Moreover, once the models are built, explainability becomes a challenge. Nobody likes to take orders from a computer unless they are well explained. This is why it becomes critical that analysts can explain how models make decisions to their business users without being sucked into the technical details.
Solving even one of these problems can take an army and many businesses don’t have a data science team or cannot scale one. However, it doesn’t need to be this way. Imagine if all these problems were solved by simply changing the way ML models are chosen. This is what I call the Tiny Model Theory.
Tiny Model Theory is the idea that you don’t need to use heavy-duty ML models to carry out simple repetitive everyday business predictions. In fact, by using more lightweight models (e.g., random forests, logistic regression, etc.) you can cut down on the time you’d need for the aforementioned bottlenecks, decreasing your time to value.
Often, it’s easy for engineers to pick complicated deep neural networks to solve problems. However, in my experience as a CTO at one of the leading AI startups in the Bay Area, most problems don’t need complicated deep neural networks. They can do very well with tiny models instead — unlocking speed, reducing complexity and increasing explainability.
Let’s start with speed. Since a significant portion of the project timeline gets consumed by data preprocessing, data scientists have less time to experiment with different types of models. As a result, they’ll gravitate toward large models with complex architecture, hoping they’ll be the silver bullet to their problems. However, in most business use cases — like predicting churn, forecasting revenue, predicting loan defaults, etc. — they only end up increasing time to value, giving a diminishing return on time invested versus performance.
I find that it’s akin to using a sledgehammer to crack a nut. However, this is exactly where tiny models can shine. Tiny models, like logistic regression, can train concurrently by making use of distributed ML that parallel trains models across different cloud servers. Tiny models require significantly less computational power to train and less storage space. This is due to the lack of complexity in their architecture.
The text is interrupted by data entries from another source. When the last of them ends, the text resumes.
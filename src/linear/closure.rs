//! The small dense system of kept states, constants and conditions that closes the chain.

use crate::error::{Error, Result};
use crate::tolerance;
use nalgebra::{DMatrix, DVector};

/// What the closing system says about solvability.
#[derive(Debug, Clone)]
pub(crate) struct Closed {
    /// The solution; meaningless when `free` is not empty.
    pub solution: DVector<f64>,
    /// Ratio of largest to smallest singular value of the scaled system.
    pub condition: f64,
    /// Free motions: solutions of the homogeneous system, none for a regular one.
    pub free: Vec<DVector<f64>>,
    /// For each free motion the combination of rows that vanishes and what it makes of the right-hand
    /// side, relative.
    pub combinations: Vec<(DVector<f64>, f64)>,
}

/// Solves A x = b. `sizes` are the sizes that the unknowns are expected to have: rows are balanced by them
/// before the solve. Singular systems are recognised by the singular values of the matrix scaled by columns and rows
/// to largest entry 1, and analysed.
pub(crate) fn close(a: &DMatrix<f64>, b: &DVector<f64>, sizes: &DVector<f64>) -> Result<Closed> {
    let size = a.nrows();
    debug_assert_eq!(size, a.ncols());
    if size == 0 {
        let solution = DVector::zeros(0);
        return Ok(Closed { solution, condition: 1.0, free: Vec::new(), combinations: Vec::new() });
    }
    if !a.iter().chain(b.iter()).all(|v| v.is_finite()) {
        return Err(Error::NotFinite { what: "the closing system".into(), x: f64::NAN });
    }
    let (scaled, right, columns) = equilibrate(a.clone(), b.clone());
    let pivots = scaled.clone().col_piv_qr().r().diagonal().abs();
    let (first, last) = (pivots[0], pivots[size - 1]);
    let suspicious = last <= tolerance::SUSPICIOUS * first;
    let (condition, free, combinations) = if suspicious || size <= tolerance::SMALL_CLOSURE {
        analyse(&scaled, &right)?
    } else {
        (first / last, Vec::new(), Vec::new())
    };
    if !free.is_empty() {
        let free = free.into_iter().map(|f| f.component_div(&columns)).collect();
        return Ok(Closed { solution: DVector::zeros(size), condition, free, combinations });
    }
    let mut weighted = a.clone();
    for (mut column, s) in weighted.column_iter_mut().zip(sizes.iter()) {
        column *= *s;
    }
    let mut right = b.clone();
    for (mut row, b) in weighted.row_iter_mut().zip(right.iter_mut()) {
        let largest = row.amax();
        if largest > 0.0 {
            row /= largest;
            *b /= largest;
        }
    }
    let qr = weighted.clone().col_piv_qr();
    let mut solution = qr.solve(&right).ok_or_else(no_factor)?;
    // One step of refinement: cheap here, and it removes the growth of the triangular solve.
    if let Some(correction) = qr.solve(&(&right - &weighted * &solution)) {
        solution += correction;
    }
    solution.component_mul_assign(sizes);
    Ok(Closed { solution, condition, free, combinations })
}

/// Columns, then rows, to largest entry 1; the column scales.
fn equilibrate(mut a: DMatrix<f64>, mut b: DVector<f64>) -> (DMatrix<f64>, DVector<f64>, DVector<f64>) {
    let mut columns = DVector::from_element(a.ncols(), 1.0);
    for (mut column, scale) in a.column_iter_mut().zip(columns.iter_mut()) {
        let largest = column.amax();
        if largest > 0.0 {
            *scale = largest;
            column /= largest;
        }
    }
    for (mut row, b) in a.row_iter_mut().zip(b.iter_mut()) {
        let largest = row.amax();
        if largest > 0.0 {
            row /= largest;
            *b /= largest;
        }
    }
    (a, b, columns)
}

fn no_factor() -> Error {
    Error::Singular("the closing system has no unique solution".into())
}

type Analysis = (f64, Vec<DVector<f64>>, Vec<(DVector<f64>, f64)>);

/// Condition number, null vectors from both sides, and the right-hand side against the left ones.
fn analyse(a: &DMatrix<f64>, b: &DVector<f64>) -> Result<Analysis> {
    let size = a.nrows();
    // faer's decomposition, since nalgebra's gives up on some exactly singular matrices.
    let svd = faer::MatRef::from_column_major_slice(a.as_slice(), size, size).svd().map_err(|_| no_factor())?;
    let column = |matrix: faer::MatRef<'_, f64>, k: usize| DVector::from_fn(size, |r, _| matrix[(r, k)]);
    let values: Vec<f64> = svd.S().column_vector().iter().copied().collect();
    let (largest, smallest) = (values[0], values[size - 1]);
    let (mut free, mut combinations) = (Vec::new(), Vec::new());
    for (k, value) in values.iter().enumerate() {
        if *value <= tolerance::SINGULAR * largest {
            free.push(column(svd.V(), k));
            let left = column(svd.U(), k);
            let against = left.dot(b).abs() / b.amax().max(f64::MIN_POSITIVE);
            combinations.push((left, against));
        }
    }
    Ok((largest / smallest.max(f64::MIN_POSITIVE), free, combinations))
}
This lack of complexity makes them ideal candidates for distributed ML. Some of the top companies prefer simple models for their distributed ML pipeline involving edge devices, like IOTs and smartphones. Federated machine learning, which is based on edge-distributed ML, is quickly becoming popular today.
An average data scientist can easily identify how a simple model like a decision tree is making a prediction. A trained decision tree can be plotted to represent how individual features contribute to making a prediction. This makes simple models more explainable. They can also use an ensemble of trained simple models, which takes an average of their predictions. This ensemble is more likely to be accurate than a single, complex model. Instead of having all your eggs in one basket, using an ensemble of simple models distributes the risk of having an ML model with bad performance.
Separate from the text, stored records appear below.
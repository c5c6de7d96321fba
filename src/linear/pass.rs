//! One linear solve on one mesh.

use super::element::{Condensed, Sizes, Workspace, check_finite, condense, width};
use super::frame::Frame;
use super::nudge::Perturbation;
use super::tables::Library;
use crate::error::{Error, Result};
use crate::field::{Field, integrate_up};
use crate::mesh::{Element, Mesh};
use crate::model::{Batch, Layout, Linearised, Model};
use crate::tolerance;
use nalgebra::{DMatrix, DVector};

/// The outcome of one linear solve.
pub(crate) struct Pass {
    /// The solution; meaningless when `free` is not empty.
    pub field: Field,
    /// Condition number of the scaled closing system.
    pub condition: f64,
    /// Free motions of a singular problem.
    pub free: Vec<Field>,
    /// For each free motion: names of the conditions that cannot be told apart or contradict each other, and
    /// by how much (relative, 0: they repeat each other).
    pub contradictions: Vec<(Vec<String>, f64)>,
}

/// Solves the linear problem on a mesh. `scale` holds one size per unknown, `before` the field of an earlier pass,
/// from which the sizes on each element are known; `tick` is called with the number of elements done and
/// stops the solve by returning false.
pub(crate) fn solve(
    model: &dyn Model,
    mesh: &Mesh,
    library: &mut Library,
    scale: &[f64],
    before: Option<&Field>,
    perturbation: &Perturbation,
    tick: &mut dyn FnMut(usize) -> bool,
) -> Result<Pass> {
    let layout = model.layout();
    let sizes = local_sizes(mesh, scale, before);
    let ends = state_sizes(layout, mesh, scale, &sizes, before);
    let mut frame = Frame::new(model, mesh, scale, ends.clone(), perturbation)?;
    let mut responses: Vec<Response> = Vec::with_capacity(mesh.elements.len());
    let mut work = Workspace::default();
    let mut equations = Linearised::default();
    let (zeros, none) = (vec![0.0; layout.jets() * mesh.most_nodes()], vec![0.0; layout.constants()]);
    for (index, element) in mesh.elements.iter().enumerate() {
        if index % 64 == 0 && !tick(index) {
            return Err(Error::Interrupted);
        }
        let tables = library.get(element)?;
        let x: Vec<f64> = tables.nodes.iter().map(|s| element.coordinate(*s)).collect();
        equations.reset(layout, x.len());
        let jets = &zeros[..layout.jets() * x.len()];
        let batch = Batch { piece: element.piece, x: &x, jets, constants: &none };
        model.equations(&batch, &mut equations)?;
        check_finite(model, &x, &equations)?;
        perturbation.apply(model, &batch, &mut equations);
        let local = Sizes { common: scale, local: &sizes[index] };
        let Condensed { mut rows, response } = condense(layout, element, &tables, &equations, local, &mut work)?;
        let ratios = ratios(layout, x.len(), &equations);
        if element.length() < tolerance::SHORT_SHARE * mesh.length() && weak(layout, 0.5 * element.length(), &ratios) {
            balance(&mut rows, width(layout), &ends[index]);
        }
        // The last coefficient is visible at Gauss and Radau nodes: nothing is to be dropped there.
        let blind = library.lobatto() && element.open.is_none();
        let ratios = if blind { ratios } else { vec![0.0; ratios.len()] };
        responses.push(Response { values: response, ratios });
        frame.push(&rows);
        let at_break = mesh.elements.get(index + 1).is_some_and(|next| next.piece != element.piece);
        if at_break {
            frame.pass_point(element.piece + 1);
        }
    }
    let closed = frame.close(model)?;
    let unpack = |values: &DVector<f64>, unit: f64, library: &mut Library| -> Result<Field> {
        let (states, constants) = frame.states(values, unit)?;
        build_field(layout, mesh, library, scale, &sizes, &responses, &states, constants, unit)
    };
    let field = unpack(&closed.solution, 1.0, library)?;
    let free = closed.free.iter().map(|f| unpack(f, 0.0, library)).collect::<Result<Vec<_>>>()?;
    let contradictions = frame.contradictions(model, &closed);
    Ok(Pass { field, condition: closed.condition, free, contradictions })
}

/// Sizes of the unknowns on each element: from the field of an earlier pass, else the common ones.
fn local_sizes(mesh: &Mesh, scale: &[f64], before: Option<&Field>) -> Vec<Vec<f64>> {
    let Some(field) = before else { return vec![scale.to_vec(); mesh.elements.len()] };
    mesh.elements
        .iter()
        .map(|element| {
            let sizes = field.local_sizes(element.left, element.right);
            // Where an unknown vanishes, rows still need a yardstick.
            let largest = sizes.iter().zip(scale).map(|(s, u)| s / u).fold(0.0, f64::max);
            let usable = largest.is_finite() && largest > f64::MIN_POSITIVE * 1e30;
            let floor = if usable { 1e-12 * largest } else { 1.0 };
            sizes.iter().zip(scale).map(|(s, u)| if usable { s.max(floor * u) } else { *u }).collect()
        })
        .collect()
}

/// Whether the lower terms of the equations hardly matter over an element: the solution is all but a polynomial there, and
/// its derivatives are not tied to its size by any exponent.
fn weak(layout: &Layout, half: f64, ratios: &[f64]) -> bool {
    let states = layout.states();
    let own = |k: usize, m: usize| half.powi((m - k) as i32);
    ratios.chunks_exact(states.max(1)).zip(layout.orders()).all(|(row, &top)| {
        layout
            .orders()
            .iter()
            .enumerate()
            .all(|(i, &m)| (0..m).all(|k| row[layout.state(i, k)] * own(k, m.max(top)) <= tolerance::WEAK))
    })
}

/// Divides each row of an element by its largest entry, states counted in the sizes that they have there.
fn balance(rows: &mut [f64], width: usize, sizes: &[f64]) {
    for row in rows.chunks_exact_mut(width) {
        let (left, rest) = row.split_at(sizes.len());
        let entries = left.iter().zip(sizes).chain(rest.iter().zip(sizes));
        let size = entries.fold(0.0f64, |s, (a, z)| s.max((a * z).abs()));
        if size > 0.0 && size.is_finite() {
            row.iter_mut().for_each(|a| *a /= size);
        }
    }
}

/// Sizes of all states on each element, divided by the common scale: what the field of an earlier pass has there, else what
/// the size of the unknown and the length of the element allow. On a short element that is far too much for a derivative
/// of ordinary size, and rows balanced by it would lose that.
fn state_sizes(
    layout: &Layout,
    mesh: &Mesh,
    scale: &[f64],
    sizes: &[Vec<f64>],
    before: Option<&Field>,
) -> Vec<Vec<f64>> {
    let largest: Vec<f64> = match before {
        Some(field) => {
            let of = |(i, &m): (usize, &usize)| (0..m).map(move |k| field.size(i, k));
            layout.orders().iter().enumerate().flat_map(of).collect()
        }
        None => vec![f64::INFINITY; layout.states()],
    };
    mesh.elements
        .iter()
        .zip(sizes)
        .map(|(element, sizes)| {
            let half = 0.5 * element.length();
            let own = before.map(|field| field.local_states(element.left, element.right));
            let states = || layout.orders().iter().enumerate().flat_map(|(i, &m)| (0..m).map(move |k| (i, k)));
            let whole: Vec<f64> = states().map(|(i, k)| sizes[i] / scale[i] / half.powi(k as i32)).collect();
            let Some(own) = own else { return whole };
            let ordinary = states().enumerate().map(|(state, (i, _))| {
                let most = whole[state].min(largest[state].max(f64::MIN_POSITIVE) / scale[i]);
                // Where a state vanishes rows still need a yardstick.
                (own[state] / scale[i]).max(1e-10 * most)
            });
            let ordinary: Vec<f64> = ordinary.collect();
            let short = element.length() < tolerance::SHORT_SHARE * mesh.length();
            let short = short && ordinary.iter().zip(&whole).any(|(own, whole)| *own < tolerance::SHORT * whole);
            if short { ordinary } else { whole }
        })
        .collect()
}

/// A field on another mesh: its highest derivatives are met at the nodes, its states at the left ends.
pub(crate) fn transfer(field: &Field, mesh: &Mesh, library: &mut Library) -> Result<Field> {
    if field.mesh == *mesh {
        return Ok(field.clone());
    }
    let layout = &field.layout;
    let mut hint = 0;
    let mut nodes = Vec::with_capacity(mesh.elements.len());
    for element in &mesh.elements {
        let tables = library.get(element)?;
        let mut jets = Vec::with_capacity(tables.n + 1);
        for s in std::iter::once(&-1.0).chain(&tables.nodes) {
            let x = element.coordinate(*s);
            hint = field.locate_in(x, element.piece, hint);
            jets.push(field.jets(hint, field.element(hint).reference(x), layout.orders()));
        }
        nodes.push(jets);
    }
    from_nodes(layout, mesh, &nodes, field.constants.clone(), library)
}

/// A field from jets at the left end and at all nodes of each element: the states of the former, the highest derivatives
/// of the latter.
pub(crate) fn from_nodes(
    layout: &Layout,
    mesh: &Mesh,
    nodes: &[Vec<Vec<f64>>],
    constants: Vec<f64>,
    library: &mut Library,
) -> Result<Field> {
    let mut series = Vec::with_capacity(mesh.elements.len());
    for (element, nodes) in mesh.elements.iter().zip(nodes) {
        let tables = library.get(element)?;
        let mut jets = Vec::with_capacity(layout.jets());
        for (i, &m) in layout.orders().iter().enumerate() {
            let values: Vec<f64> = nodes[1..].iter().map(|jets| jets[layout.jet(i, m)]).collect();
            let first = layout.jet(i, 0);
            let state = &nodes[0][first..first + m];
            jets.extend(integrate_up(tables.modal(&values), state, 0.5 * element.length()));
        }
        series.push(jets);
    }
    Ok(Field::from_series(mesh.clone(), layout, constants, series))
}

/// What is kept of an element for the back-substitution.
struct Response {
    /// See [`Condensed::response`].
    values: Vec<f64>,
    /// |A_m^-1 A_k| for the lower terms, \[d\]\[M\], largest of three nodes: how large v can be for given states.
    ratios: Vec<f64>,
}

fn ratios(layout: &Layout, n: usize, equations: &Linearised) -> Vec<f64> {
    let (d, j, states) = (layout.unknowns(), layout.jets(), layout.states());
    let mut ratios = vec![0.0f64; d * states];
    for node in [0, n / 2, n - 1] {
        let entry = |e: usize, jet: usize| equations.jets[(e * j + jet) * n + node];
        let leading = DMatrix::from_fn(d, d, |e, i| entry(e, layout.jet(i, layout.orders()[i])));
        let Some(inverse) = leading.try_inverse() else { return vec![0.0; d * states] };
        for (i, &m) in layout.orders().iter().enumerate() {
            for k in 0..m {
                for row in 0..d {
                    let sum: f64 = (0..d).map(|e| (inverse[(row, e)] * entry(e, layout.jet(i, k))).abs()).sum();
                    let at = &mut ratios[row * states + layout.state(i, k)];
                    *at = at.max(sum);
                }
            }
        }
    }
    ratios
}

/// From states and responses to the polynomial on each element.
#[allow(clippy::too_many_arguments)]
fn build_field(
    layout: &Layout,
    mesh: &Mesh,
    library: &mut Library,
    scale: &[f64],
    sizes: &[Vec<f64>],
    responses: &[Response],
    states: &[[Vec<f64>; 2]],
    constants: Vec<f64>,
    unit: f64,
) -> Result<Field> {
    let mut series = Vec::with_capacity(mesh.elements.len());
    let shortest = mesh.elements.iter().map(Element::length).fold(f64::INFINITY, f64::min);
    for (index, element) in mesh.elements.iter().enumerate() {
        let tables = library.get(element)?;
        let (n, inner) = (tables.n, layout.unknowns() * tables.n);
        let [left, right] = &states[index];
        let known = left.iter().chain(right).chain(&constants).copied().chain([unit]);
        let mut v = vec![0.0; inner];
        for (column, z) in responses[index].values.chunks_exact(inner.max(1)).zip(known) {
            if z != 0.0 {
                v.iter_mut().zip(column).for_each(|(v, r)| *v += r * z);
            }
        }
        let half = 0.5 * element.length();
        let mut state = left.clone();
        let mut highest = Vec::with_capacity(layout.unknowns());
        for (i, &m) in layout.orders().iter().enumerate() {
            let factor = sizes[index][i] / half.powi(m as i32);
            let values = &mut v[i * n..(i + 1) * n];
            values.iter_mut().for_each(|v| *v *= factor);
            highest.push(tables.modal(values));
            (0..m).for_each(|k| state[layout.state(i, k)] *= scale[i]);
        }
        // Rounding of a slope comes from the shortest elements and is not damped on the way.
        let invisible = (tolerance::INVISIBLE_GROWTH * element.length() / shortest)
            .clamp(tolerance::INVISIBLE_LEAST, tolerance::INVISIBLE_MOST);
        drop_invisible(layout, half, invisible, &responses[index].ratios, &state, &mut highest);
        let mut jets = Vec::with_capacity(layout.jets());
        for (i, (v, &m)) in highest.into_iter().zip(layout.orders()).enumerate() {
            let first = if m > 0 { layout.state(i, 0) } else { 0 };
            jets.extend(integrate_up(v, &state[first..first + m], half));
        }
        series.push(jets);
    }
    Ok(Field::from_series(mesh.clone(), layout, constants, series))
}

/// Drops the last coefficient of v where it is rounding and nothing else.
///
/// The integral of P_(n-1) vanishes at all n Lobatto nodes, so this coefficient enters the equations only
/// through v itself. Where the coefficient of v is tiny (a stiff region far from its layers), rounding of the other
/// terms makes it a large, meaningless spike that shows between the nodes. It is dropped if it stands out of the
/// coefficients before it and what it adds to the equations is far below the accuracy of any answer.
fn drop_invisible(layout: &Layout, half: f64, invisible: f64, ratios: &[f64], state: &[f64], highest: &mut [Vec<f64>]) {
    let states = layout.states();
    let mut sizes = vec![0.0; states];
    for (i, &m) in layout.orders().iter().enumerate() {
        let largest = (0..m).map(|k| state[layout.state(i, k)].abs() * half.powi(k as i32)).fold(0.0, f64::max);
        (0..m).for_each(|k| sizes[layout.state(i, k)] = largest / half.powi(k as i32));
    }
    for (i, v) in highest.iter_mut().enumerate() {
        let n = v.len();
        if n < 4 || layout.orders()[i] == 0 {
            continue;
        }
        let last = v[n - 1].abs();
        let stands_out = last > 4.0 * v[n - 2].abs().max(v[n - 3].abs());
        let terms: f64 = ratios[i * states..(i + 1) * states].iter().zip(&sizes).map(|(r, s)| r * s).sum();
        if stands_out && last <= invisible * terms {
            v[n - 1] = 0.0;
        }
    }
}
Simple models are much easier to implement today since they’re more accessible. Models like logistic regression and random forests have existed for much longer than neural nets, so they’re better understood today. Popular low-code ML libraries, like SciKit Learn, also helped lower the barrier of entry into ML, allowing one to instantiate ML models using one line of code.
Given how crucial AI is becoming in business strategy, the number of companies experimenting with AI will only go up. However, if businesses want to gain a tangible competitive edge over others, I believe that simple ML models are the only way to go. This doesn’t mean complex models like neural nets will go away — they’ll still be used for niche projects like face recognition and cancer detection — but all businesses require decision-making, and simple models are a better choice than complex ones.